PROBLEM REQUIREMENTS: For the records below, print the lines from the line with "reading_row=reading if name" through the line with "if target is" exactly as written; include both end lines and exclude the rest.

((

"""Recording a revision or a withdrawal: checked against the effective data, then appended.

:func:`revise` and :func:`withdraw` read the log and the raw tables under the folder lock,
make the new row, check that the effective data would still load with it, and append it in
one write; a row the loader would refuse is refused before anything is written. A caller
that holds the series open (:class:`HeldSeries`) spares reading and validating again what
has not changed.
"""

from __future__ import annotations

import os
import secrets
from dataclasses import dataclass, replace
from datetime import datetime
from pathlib import Path

from kitchen.io import (
    SCHEMAS,
    RawTable,
    Series,
    SeriesError,
    build_series,
    read_tables,
    rebuild_series,
    split_header,
)

from ._logbook import append_log_row
from .effective import (
    applied_text,
    apply_to_tables,
    checked_field_name,
    checked_table_name,
    current_text,
    locate_row,
)
from .log import (
    LOG_COLUMNS,
    REVISE,
    WITHDRAW,
    Revision,
    RevisionError,
    read_log,
    reason_who_when,
    revisions_path,
    standing_and_withdrawn,
)

__all__ = ["HeldSeries", "file_stamps", "revise", "withdraw"]


REASON_NEEDED = (
    "a revision needs a reason: say why the value changes (for example 're-measured after "
    "test'); nothing was written"
)


def fresh_id(existing) -> str:
    """Eight random hex digits that no row of `existing` holds as its id."""
    taken = {revision.id for revision in existing}
    while (candidate := secrets.token_hex(4)) in taken:
        pass
    return candidate


def _load_problems(tables, source: Path, input_files) -> list[str]:
    try:
        build_series(tables, source, input_files)
    except SeriesError as error:
        return [str(problem) for problem in error.problems]
    return []


def file_stamps(files) -> tuple[tuple[int, int], ...]:
    """Size and modification time (ns) of each file: what tells that a file was rewritten."""
    return tuple((status.st_size, status.st_mtime_ns) for status in map(os.stat, files))


@dataclass(frozen=True)
class HeldSeries:
    """A series a caller holds open (:class:`kitchen.workspace.Workspace`): what recording
    a revision would otherwise read and validate again.

    Used only while every input file still has its `stamps` and the log holds exactly
    `revisions`; otherwise the files are read again, as without it.
    """

    tables: dict[str, RawTable]
    """The raw tables as read (never written to)."""
    input_files: tuple[Path, ...]
    stamps: tuple[tuple[int, int], ...]
    """:func:`file_stamps` of `input_files`, taken when they were read."""
    revisions: tuple[Revision, ...]
    """The log rows `series` was built with."""
    series: Series
    """The effective series of `tables` with `revisions` applied."""

    def current(self, existing) -> bool:
        """Whether the files are as read and the log holds `existing` as when held."""
        if tuple(existing) != self.revisions:
            return False
        try:
            return file_stamps(self.input_files) == self.stamps
        except OSError:
            return False


def _record(series_path, make, held: HeldSeries | None = None) -> Revision:
    """Read, make a row, check the effective data still load, append — under one lock.

    With `held` current, the raw tables are not read again and only the tables the log
    names are validated again (:func:`kitchen.io.rebuild_series`); the held series
    loaded, so nothing is refused for a problem already there.
    """
    source = Path(series_path)
    log = revisions_path(source)

    def checked(existing) -> Revision:
        usable = held is not None and held.current(existing)
        if usable:
            raw, input_files = held.tables, held.input_files
        else:
            raw, input_files = read_tables(source)
        before, _, before_trouble = apply_to_tables(raw, existing)
        revision = make(before, existing)
        if revision.action == REVISE:  # it applies on top of the rest
            after, _, after_trouble = apply_to_tables(before, (revision,))
            after_trouble = before_trouble + after_trouble
        else:
            after, _, after_trouble = apply_to_tables(raw, (*existing, revision))
        new = [problem for problem in after_trouble if problem not in before_trouble]
        if usable:
            changed = {r.table for r in (*existing, revision)}
            try:
                rebuild_series(held.series, after, changed)
                loads_after = []
            except SeriesError as error:
                loads_after = [str(problem) for problem in error.problems]
        else:
            loads_after = _load_problems(after, source, input_files)
        if loads_after:  # refuse only what this row adds to problems already there
            loads_before = set() if usable else set(_load_problems(before, source, input_files))
            new += [
                f"the effective data would not load: {problem}"
                for problem in loads_after
                if problem not in loads_before
            ]
        if new:
            new[-1] += "; nothing was written"
            raise RevisionError(new)
        return revision

    return append_log_row(log, LOG_COLUMNS, lambda: read_log(log)[1], checked, RevisionError)


def revise(
    series_path: str | Path,
    *,
    specimen: str,
    field: str,
    value: str,
    reason: str,
    reading: int | None = None,
    table: str | None = None,
    who: str = "",
    when: str | datetime | None = None,
    held: HeldSeries | None = None,
) -> Revision:
    """Record a revision of one value of a series; the raw files are not touched.

    Parameters
    ----------
    series_path : str or pathlib.Path
        Series folder or ``.xlsx`` workbook.
    specimen : str
        Specimen id.
    field : str
        Internal column name: ``height``, ``diameter``, ``dry_mass``, ``water_content``…
        for a specimen; ``time``, ``head``, ``temperature``… for a reading.
    value : str
        The new value with its unit, ``"4.95 in"``, ``"116.3 mm"``, ``"18.2 %"``; a bare
        number for a dimensionless value (``specific_gravity``); text for ``effort``.
    reason : str
        Why the value changes. Required.
    reading : int, optional
        For a reading: its row number in the file or sheet (the header is row 1).
    table : str, optional
        ``specimens``, ``constant_head`` or ``falling_head``. Default: ``specimens``
        without a reading, else the series' one reading table.
    who : str, optional
        Who makes the revision (free text).
    when : str or datetime, optional
        ISO 8601 with a time zone; default now, in the local time zone.
    held : HeldSeries, optional
        The series as a caller holds it open; while its files and log are unchanged the
        raw files are not read again (the checks are the same).

    Returns
    -------
    Revision
        The row appended to the log.

    Raises
    ------
    RevisionError
        Unknown specimen, reading or field, a value of the wrong dimension, a missing
        reason, an unchanged value, or a value the loader would refuse. Nothing is written.
    """
    reason, who, when = reason_who_when(reason, who, when, REASON_NEEDED, RevisionError)
    specimen = " ".join(str(specimen).split())
    if not str(value).strip():
        raise RevisionError("the new value is empty; type a number and its unit (4.95 in)")
    reading = None if reading is None else int(reading)

    def make(tables, existing) -> Revision:
        name = checked_table_name(tables, table, reading)
        column = checked_field_name(name, field)
        raw, index = locate_row(tables, name, specimen, reading)
        if column not in raw.frame.columns:
            for problem in getattr(raw, "problems", []):
                header = split_header(problem.column)[0] if problem.column else ""
                if "_".join(header.split()) == column:
                    raise RevisionError(f"fix the header in the file first: {problem}")
        unit = raw.units.get(column) if column in raw.frame.columns else None
        applied = applied_text(str(value), column, SCHEMAS[name][column].kind, unit)
        old = current_text(raw, index, column)
        if applied == old:
            raise RevisionError(f"{specimen} {column} is already {old}; nothing to revise")
        return Revision(
            id=fresh_id(existing),
            when=when,
            who=who,
            action=REVISE,
            table=name,
            specimen=specimen,
            reading_row=reading if name != "specimens" else None,
            field=column,
            old_value=old,
            new_value=" ".join(str(value).split()),
            applied_value=applied,
            reason=reason,
        )

    return _record(series_path, make, held)


def withdraw(
    series_path: str | Path,
    revision_id: str,
    *,
    reason: str,
    who: str = "",
    when: str | datetime | None = None,
    held: HeldSeries | None = None,
) -> Revision:
    """Withdraw a revision by appending a row that names it; the log loses nothing.

    Parameters
    ----------
    series_path : str or pathlib.Path
        Series folder or ``.xlsx`` workbook.
    revision_id : str
        The id of the revision to withdraw (see :func:`~kitchen.revisions.read_revisions`,
        ``history``).
    reason, who, when, held
        As for :func:`revise`.

    Returns
    -------
    Revision
        The withdrawal row appended.

    Raises
    ------
    RevisionError
        Unknown id, a withdrawal named, a revision already withdrawn, a later standing
        revision of the same value (withdraw that first), or a value the loader would
        then refuse. Nothing is written.
    """
    reason, who, when = reason_who_when(reason, who, when, REASON_NEEDED, RevisionError)
    wanted = str(revision_id).strip().lower()

    def make(tables, existing) -> Revision:
        by_id = {revision.id: revision for revision in existing}
        target = by_id.get(wanted)
        if target is None:
            raise RevisionError(f"no revision {revision_id!r} in {revisions_path(series_path)}")
        if target.action == WITHDRAW:
            raise RevisionError(f"{target.id} is a withdrawal; make the revision again instead")
        standing, _ = standing_and_withdrawn(existing)
        if target not in standing:
            by = next(r.id for r in existing if r.withdraws == target.id)
            raise RevisionError(f"revision {target.id} was already withdrawn by {by}")
        later = [r for r in standing[standing.index(target) + 1 :] if r.target() == target.target()]
        if later:
            raise RevisionError(
                f"revision {later[-1].id} changes the same value after {target.id}; "
                f"withdraw {later[-1].id} first"
            )
        return replace(
            target,
            id=fresh_id(existing),
            when=when,
            who=who,
            action=WITHDRAW,
            old_value=target.applied_value,
            new_value=target.old_value,
            applied_value="",
            reason=reason,
            withdraws=target.id,
            log_row=None,
        )

    return _record(series_path, make, held)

))

RESPONSE BOX:
            reading_row=reading if name != "specimens" else None,
            field=column,
            old_value=old,
            new_value=" ".join(str(value).split()),
            applied_value=applied,
            reason=reason,
        )

    return _record(series_path, make, held)


def withdraw(
    series_path: str | Path,
    revision_id: str,
    *,
    reason: str,
    who: str = "",
    when: str | datetime | None = None,
    held: HeldSeries | None = None,
) -> Revision:
    """Withdraw a revision by appending a row that names it; the log loses nothing.

    Parameters
    ----------
    series_path : str or pathlib.Path
        Series folder or ``.xlsx`` workbook.
    revision_id : str
        The id of the revision to withdraw (see :func:`~kitchen.revisions.read_revisions`,
        ``history``).
    reason, who, when, held
        As for :func:`revise`.

    Returns
    -------
    Revision
        The withdrawal row appended.

    Raises
    ------
    RevisionError
        Unknown id, a withdrawal named, a revision already withdrawn, a later standing
        revision of the same value (withdraw that first), or a value the loader would
        then refuse. Nothing is written.
    """
    reason, who, when = reason_who_when(reason, who, when, REASON_NEEDED, RevisionError)
    wanted = str(revision_id).strip().lower()

    def make(tables, existing) -> Revision:
        by_id = {revision.id: revision for revision in existing}
        target = by_id.get(wanted)
        if target is None:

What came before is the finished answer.